Beginning at the line containing "LATE_FACTOR = 3.0", print every line until the records end, keeping each exactly as it is.

=== Section Start ===

package change_test

import (
	"testing"

	"cordwalk.example/cordwalk/sync/change"
)

func BenchmarkSealOne(b *testing.B) {
	c := change.Change{ID: change.NewID(), Time: 1, Kind: change.KindVisit, Field: "finding/patellar pelvic-left", Value: make([]byte, 30), Supersedes: []change.ID{change.NewID()}}
	c.Patient[0], c.Record[0] = 1, 2
	batch := change.Batch{Stream: stream, First: 2, Examiner: "R. Okafor", Changes: []change.Change{c}}
	for b.Loop() {
		if _, err := change.Seal(batch, change.Hash{1}, 1, keyring); err != nil {
			b.Fatal(err)
		}
	}
}

func BenchmarkOpenOne(b *testing.B) {
	frames, data := journal(b, 1000)
	b.SetBytes(int64(len(data) / len(frames)))
	for i := 0; b.Loop(); i++ {
		if _, err := change.Open(frames[i%len(frames)], keyring); err != nil {
			b.Fatal(err)
		}
	}
}

func BenchmarkOpenerOne(b *testing.B) {
	frames, data := journal(b, 1000)
	b.SetBytes(int64(len(data) / len(frames)))
	b.ReportAllocs()
	var o change.Opener
	for i := 0; b.Loop(); i++ {
		if i%256 == 0 {
			o.Reset()
		}
		if _, err := o.Open(frames[i%len(frames)], keyring); err != nil {
			b.Fatal(err)
		}
	}
}

func BenchmarkDecodeOne(b *testing.B) {
	c := change.Change{ID: change.NewID(), Time: 1, Kind: change.KindVisit, Field: "finding/patellar pelvic-left", Value: make([]byte, 30), Supersedes: []change.ID{change.NewID()}}
	data, _ := change.EncodeBatch(change.Batch{Stream: stream, First: 2, Examiner: "R. Okafor", Changes: []change.Change{c}})
	b.ReportAllocs()
	for b.Loop() {
		if _, err := change.DecodeBatch(data, stream, 2, change.Minor); err != nil {
			b.Fatal(err)
		}
	}
}
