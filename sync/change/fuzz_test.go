package change_test

import (
	"bytes"
	"errors"
	"io"
	"os"
	"path/filepath"
	"testing"

	"cordwalk.example/cordwalk/sync/change"
	"cordwalk.example/cordwalk/sync/internal/vector"
	"cordwalk.example/cordwalk/sync/key"
)

// seeds adds a field of every vector of a folder to a fuzz target's corpus.
func seeds(f *testing.F, folder, field string) {
	files, err := filepath.Glob(filepath.Join("..", "..", "testdata", "vectors", folder, "*.txt"))
	if err != nil || len(files) == 0 {
		f.Fatalf("no vectors: %v", err)
	}
	for _, name := range files {
		b, err := os.ReadFile(name)
		if err != nil {
			f.Fatal(err)
		}
		v, err := vector.Parse(string(b))
		if err != nil {
			f.Fatal(err)
		}
		f.Add(v.Bytes(f, field))
	}
}

// Whatever bytes come: the pieces that the scanner finds join without holes, the frames among
// them are whole, and none of it panics or runs on for ever.
func FuzzScan(f *testing.F) {
	seeds(f, "frame", "frame")
	_, data := journal(f, 3)
	f.Add(data)
	f.Add(append(data[:700:700], make([]byte, 300)...))
	f.Fuzz(func(t *testing.T, data []byte) {
		s := change.NewScanner(bytes.NewReader(data), 0)
		var at int64
		for {
			p, err := s.Next()
			if errors.Is(err, io.EOF) {
				break
			}
			if err != nil {
				t.Fatal(err)
			}
			if p.Offset != at || p.Length <= 0 {
				t.Fatalf("piece at %d of %d bytes where %d was next", p.Offset, p.Length, at)
			}
			at += p.Length
			if p.Damage == nil && !bytes.Equal(p.Frame.Raw, data[p.Offset:p.Offset+p.Length]) {
				t.Fatal("a frame's bytes are not those of the file")
			}
		}
		if at != int64(len(data)) {
			t.Fatalf("%d of %d bytes were looked at", at, len(data))
		}
	})
}

// What decodes encodes to the same bytes again.
func FuzzDecodeBatch(f *testing.F) {
	ring, err := key.NewRing(key.Epoch{Number: 1, Secret: secret(0x11)}, key.Epoch{Number: 2, Secret: secret(0x22)})
	if err != nil {
		f.Fatal(err)
	}
	files, _ := filepath.Glob(filepath.Join("..", "..", "testdata", "vectors", "frame", "*.txt"))
	for _, name := range files {
		b, _ := os.ReadFile(name)
		v, _ := vector.Parse(string(b))
		fr, err := change.ParseFrame(v.Bytes(f, "frame"))
		if err != nil {
			continue
		}
		if aead, ok := ring.Frames(fr.Epoch); ok {
			if plain, err := aead.Open(nil, fr.Raw[change.HeaderSize:change.HeaderSize+24], fr.Raw[change.HeaderSize+24:], fr.Raw[:change.HeaderSize]); err == nil {
				f.Add(plain, fr.Minor)
			}
		}
	}
	f.Fuzz(func(t *testing.T, data []byte, minor uint8) {
		b, err := change.DecodeBatch(data, stream, 1, minor)
		if err != nil {
			if !errors.Is(err, change.ErrMalformed) {
				t.Fatalf("an error of no kind: %v", err)
			}
			return
		}
		again, err := change.EncodeBatch(b)
		if err != nil || !bytes.Equal(again, data) {
			t.Fatalf("two encodings of one batch: %x and %x (%v)", data, again, err)
		}
		for _, c := range b.Changes {
			m, err := change.Marshal(c)
			if err != nil {
				t.Fatal(err)
			}
			d, err := change.Unmarshal(m)
			if err != nil {
				t.Fatal(err)
			}
			if n, _ := change.Marshal(d); !bytes.Equal(m, n) {
				t.Fatal("a change that stands alone is encoded in two ways")
			}
		}
	})
}

func FuzzUnmarshal(f *testing.F) {
	frames, _ := journal(f, 3)
	for _, fr := range frames {
		b, err := change.Open(fr, keyring)
		if err != nil {
			f.Fatal(err)
		}
		m, _ := change.Marshal(b.Changes[0])
		f.Add(m)
	}
	f.Fuzz(func(t *testing.T, data []byte) {
		c, err := change.Unmarshal(data)
		if err != nil {
			return
		}
		if again, err := change.Marshal(c); err != nil || !bytes.Equal(again, data) {
			t.Fatalf("two encodings of one change: %x and %x (%v)", data, again, err)
		}
	})
}
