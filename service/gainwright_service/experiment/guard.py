"""The guard: every limit on a live test, checked on every sample before anything else.

`inspect` judges a reading, `allow` judges an output about to be written; both are pure: they return the next guard
and change nothing. Limit responses are never delayed by dwell, rate or switch budget. A person acting wins over a
limit. Item names are those of the safety document, section 3.
"""

from __future__ import annotations

from dataclasses import dataclass, replace

from gainwright_service.experiment.commands import Facts
from gainwright_service.experiment.events import Trip
from gainwright_service.experiment.plan import Plan
from gainwright_service.experiment.readings import Mode, Reading

HARD_DEVIATION = 1.2
"""D1 ends at once beyond this multiple of the allowed deviation, else on two samples in a row."""
CONSECUTIVE = 2
MOST_UNSURE = 4
STILL_FACTOR, STILL_SAMPLES = 6, 30
"""D13: a signal frozen for this many times the longest standstill of the baseline, and this many samples more."""


@dataclass(frozen=True, slots=True)
class Watch:
    """What the guard remembers between samples.

    ``in_force`` is the output last seen to be ours: until a write is echoed, the device may stand anywhere between it
    and what was commanded. ``unsure`` are outputs whose write was never answered and which may still land.
    """

    since: float
    newest_good_at: float
    armed: bool = False
    reference: float = 0.0
    resting_output: float = 0.0
    setpoint: float | None = None
    mode: Mode = Mode.MANUAL
    commanded: float | None = None
    commanded_at: float = 0.0
    in_force: float | None = None
    unmatched_since: float | None = None
    unsure: tuple[float, ...] = ()
    newest_value: float | None = None
    still: int = 0
    still_bound: int | None = None
    strange_outputs: int = 0
    strange_modes: int = 0
    strange_setpoints: int = 0
    beyond: int = 0
    switches: int = 0
    half_started_at: float | None = None
    half_limit_s: float | None = None


@dataclass(frozen=True, slots=True)
class Inspection:
    """What a look at the loop says: the guard to use from now on, and what was met, if anything.

    ``strange`` is a first sign of somebody else: until the next sample tells, nothing is written.
    """

    guard: Guard
    trip: Trip | None = None
    disobeyed: bool = False
    strange: bool = False


@dataclass(frozen=True, slots=True)
class Guard:
    """The limits of one plan and what has been seen so far."""

    plan: Plan
    watch: Watch

    def armed(self, facts: Facts, now: float) -> Guard:
        """The guard from the moment the loop is taken over in manual."""
        watch = replace(
            self.watch,
            armed=True,
            reference=facts.reference,
            resting_output=facts.resting_output,
            setpoint=facts.setpoint,
            mode=Mode.MANUAL,
            # A controller in automatic may have moved the output since: any start is its own.
            in_force=facts.controller_output if facts.mode is Mode.MANUAL else None,
            unmatched_since=now,
            still_bound=STILL_FACTOR * facts.longest_still + STILL_SAMPLES,
            still=0,
            strange_outputs=0,
            strange_modes=0,
            strange_setpoints=0,
            commanded_at=now,
            newest_good_at=now,
        )
        return replace(self, watch=watch)

    def wrote(self, output: float, now: float) -> Guard:
        """The guard after an output was written, or is about to be."""
        since = self.watch.unmatched_since
        watch = replace(self.watch, commanded=output, commanded_at=now, unmatched_since=now if since is None else since)
        return replace(self, watch=watch)

    def unanswered(self, output: float) -> Guard:
        """The guard after a write that nobody answered: it may have been taken, or may land late."""
        unsure = (*self.watch.unsure, output)[-MOST_UNSURE:]
        return replace(self, watch=replace(self.watch, unsure=unsure))

    def switched(self, now: float, half_limit_s: float | None) -> Guard:
        """The guard after a switch; ``half_limit_s`` bounds the half-period that begins."""
        watch = replace(self.watch, switches=self.watch.switches + 1, half_started_at=now, half_limit_s=half_limit_s)
        return replace(self, watch=watch)

    def returning(self) -> Guard:
        """The guard of the return: nothing of the test's swing is awaited any more."""
        return replace(self, watch=replace(self.watch, half_started_at=None, half_limit_s=None))

    def released(self, mode: Mode) -> Guard:
        """The guard once the mode as found is asked for: the output is the controller's again."""
        watch = replace(self.watch, mode=mode, commanded=None, strange_modes=0, armed=False)
        return replace(self, watch=watch)

    def allow(self, output: float, now: float) -> Trip | None:
        """None where the test output may be written; else the item it would break. Pure arithmetic, no memory."""
        plan, slack = self.plan, 1e-9 * self.plan.output_span
        if not self.watch.armed:
            return Trip("D5", output, 0.0, "", "a test output before the loop was taken over")
        if not output >= plan.output_low - slack:
            return Trip("D5", output, plan.output_low, "", "below the output band")
        if not output <= plan.output_high + slack:
            return Trip("D5", output, plan.output_high, "", "above the output band")
        change = abs(output - self.watch.resting_output)
        if change > plan.max_output_change + slack:
            return Trip("D5", change, plan.max_output_change, "", "further from the resting output than allowed")
        if plan.output_rate_per_s is not None and self.watch.commanded is not None:
            elapsed = max(now - self.watch.commanded_at, 0.0)
            step = abs(output - self.watch.commanded)
            # One sample interval is the finest in which a rate can be kept.
            most = plan.output_rate_per_s * max(elapsed, plan.sample_interval_s) + slack
            if step > most:
                return Trip("D5", step, most, "", "faster than the allowed rate")
        return None

    def inspect(self, reading: Reading, now: float) -> Inspection:
        """Judge one reading. A person acting comes first, then the hard limits, the deviation, time and switches."""
        guard, yielded, disobeyed, strange = self._ownership(reading, now)
        if yielded is not None:
            return Inspection(guard, yielded)
        gap = reading.taken_at - self.watch.newest_good_at
        paused = self.watch.armed and gap > self.plan.stale_after_s
        if reading.usable:
            guard = replace(guard, watch=replace(guard.watch, newest_good_at=reading.taken_at))
        if strange:
            # A limit on this very sample is met again on the next one; a person and a limit at once: yielding wins.
            return Inspection(guard, strange=True)
        if paused:
            # Nobody watched for so long: what is found now is read before anything is written.
            trip = Trip("D7", gap, self.plan.stale_after_s, "s", "no good reading for too long", link=True)
            return Inspection(guard, trip)
        if reading.usable:
            guard, met = guard._process_variable(reading)
            if met is not None:
                return Inspection(guard, met)
        return Inspection(guard, guard.overdue(now), disobeyed)

    def overdue(self, now: float) -> Trip | None:
        """What time alone has broken: staleness (D7), half-period (D8), total time and switches (D9)."""
        watch, plan = self.watch, self.plan
        age = now - watch.newest_good_at
        if age > plan.stale_after_s:
            return Trip("D7", age, plan.stale_after_s, "s", "no good reading for too long", link=True)
        elapsed = now - watch.since
        if elapsed > plan.max_duration_s:
            return Trip("D9", elapsed, plan.max_duration_s, "s", "the total time is over")
        if watch.switches > plan.max_switches:
            return Trip("D9", watch.switches, plan.max_switches, "", "the switches are used up")
        if watch.half_started_at is not None and watch.half_limit_s is not None:
            half = now - watch.half_started_at
            if half > watch.half_limit_s:
                return Trip("D8", half, watch.half_limit_s, "s", "a half-period lasts too long")
        return None

    def _process_variable(self, reading: Reading) -> tuple[Guard, Trip | None]:
        plan, value = self.plan, reading.process_variable
        if value < plan.process_variable_low:
            return self, Trip("D2", value, plan.process_variable_low, "", "below the hard limit")
        if value > plan.process_variable_high:
            return self, Trip("D2", value, plan.process_variable_high, "", "above the hard limit")
        if not self.watch.armed:
            return self, None
        deviation = value - self.watch.reference
        bound = plan.deviation_up if deviation >= 0 else plan.deviation_down
        size = abs(deviation)
        still = self.watch.still + 1 if value == self.watch.newest_value else 0
        bound_still = self.watch.still_bound
        if bound_still is not None and still > bound_still:
            return self, Trip("D13", still, bound_still, "samples", "the process variable stands still: frozen signal")
        beyond = self.watch.beyond + 1 if size > bound else 0
        guard = replace(self, watch=replace(self.watch, beyond=beyond, still=still, newest_value=value))
        if size > HARD_DEVIATION * bound or beyond >= CONSECUTIVE:
            return guard, Trip("D1", size, bound, "", "the process variable deviates too far from the reference")
        return guard, None

    def _ownership(self, reading: Reading, now: float) -> tuple[Guard, Trip | None, bool, bool]:
        """Whose the output is (D6): mode, echo and setpoint, each on two samples in a row; whether the device disobeys;
        whether there is a first sign of somebody else."""
        watch = self.watch
        if not watch.armed:
            return self, None, False, False
        watch, disobeyed = self._echoed(reading, now)
        strange_modes = watch.strange_modes + 1 if reading.mode not in (watch.mode, Mode.UNKNOWN) else 0
        strange_setpoints = watch.strange_setpoints + 1 if self._setpoint_moved(reading) else 0
        watch = replace(watch, strange_modes=strange_modes, strange_setpoints=strange_setpoints)
        guard = replace(self, watch=watch)
        echo = reading.controller_output or 0.0
        signs = (
            (strange_modes, "the mode was changed", 0.0, 0.0),
            (watch.strange_outputs, "the output was changed", echo, watch.commanded or 0.0),
            (strange_setpoints, "the setpoint was changed", reading.setpoint or 0.0, watch.setpoint or 0.0),
        )
        for count, what, number, bound in signs:
            if count >= CONSECUTIVE:
                trip = Trip("D6", number, bound, "", f"somebody else acts: {what}", yields=True)
                return guard, trip, False, False
        return guard, None, disobeyed, any(count for count, *_ in signs)

    def _echoed(self, reading: Reading, now: float) -> tuple[Watch, bool]:
        """The watch after an echo, and whether the device disobeys.

        Between the output last in force and the commanded one the device may still be on its way, or be clamped;
        outside of both it was somebody else, unless it is a write of ours that nobody answered and that landed late.
        """
        watch, tolerance = self.watch, self.plan.echo_tolerance
        echo, commanded = reading.controller_output, watch.commanded
        if echo is None or commanded is None or reading.taken_at < watch.commanded_at:
            return watch, False
        if abs(echo - commanded) <= tolerance:
            return replace(watch, in_force=commanded, unmatched_since=None, strange_outputs=0), False
        since = watch.unmatched_since
        in_force = commanded if since is None else echo if watch.in_force is None else watch.in_force
        if min(in_force, commanded) - tolerance <= echo <= max(in_force, commanded) + tolerance:
            return replace(watch, strange_outputs=0), since is not None and now - since > self.plan.settle_s
        if any(abs(echo - level) <= tolerance for level in watch.unsure):
            return replace(watch, strange_outputs=0), True
        if self._by_watchdog(echo):
            return replace(watch, strange_outputs=0), True
        return replace(watch, strange_outputs=watch.strange_outputs + 1), False

    def _by_watchdog(self, echo: float) -> bool:
        """Whether an output is where the device's own watchdog puts it."""
        plan, watch = self.plan, self.watch
        level = watch.resting_output if plan.watchdog == "resting" else plan.watchdog_value
        declared = plan.watchdog in ("resting", "fixed") and level is not None
        return declared and level is not None and abs(echo - level) <= plan.ownership_tolerance

    def _setpoint_moved(self, reading: Reading) -> bool:
        if self.plan.setpoint_follows or self.watch.setpoint is None or reading.setpoint is None:
            return False
        size = max(abs(self.watch.setpoint), self.plan.process_variable_high - self.plan.process_variable_low)
        return abs(reading.setpoint - self.watch.setpoint) > 1e-5 * size


def new_guard(plan: Plan, now: float) -> Guard:
    """The guard at the start of an experiment, before anything is written."""
    return Guard(plan, Watch(since=now, newest_good_at=now))
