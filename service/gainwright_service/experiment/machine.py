"""The experiment as a machine: told of events with their time, it answers with commands and performs nothing.

Owns the course of a test; the limits are the guard's, the table is in `transitions`, the way out in `returning`.
Commanded test outputs stay inside the plan's band, amplitude cap, change and rate by construction; the guard is asked
once more before each write.
"""

from __future__ import annotations

from typing import Any

from gainwright.relay import RelayLaw, Side
from gainwright_service.experiment.commands import Command, Disarm, Facts, Finish, Secure, TakeOver, WriteTest
from gainwright_service.experiment.events import (
    Event,
    Interrupted,
    Missed,
    NotSecured,
    Sampled,
    Secured,
    SomebodyActed,
    StopRequested,
    TookOver,
    Trip,
    Tripped,
    WriteFailed,
)
from gainwright_service.experiment.excitation import Excitation, starting
from gainwright_service.experiment.listening import Baseline, changed_since, listened
from gainwright_service.experiment.plan import Plan
from gainwright_service.experiment.progress import told
from gainwright_service.experiment.readings import Mode, Reading
from gainwright_service.experiment.returning import Return, Step
from gainwright_service.experiment.scoring import Half, Score
from gainwright_service.experiment.states import PHASES, TESTING, Exit, Outcome, Phase, State
from gainwright_service.experiment.transitions import handler_of

WRONG_SIGN_SAMPLES = 3
WRONG_SIGN_HYSTERESES = 4.0
WRONG_SIGN_SHARE = 0.3
LATE_FACTOR = 3.0
WAITS_AT_FULL_AMPLITUDE = 6

Commands = tuple[Command, ...]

=== Section End ===

■ TASK ANSWER ■
LATE_FACTOR = 3.0
WAITS_AT_FULL_AMPLITUDE = 6

Commands = tuple[Command, ...]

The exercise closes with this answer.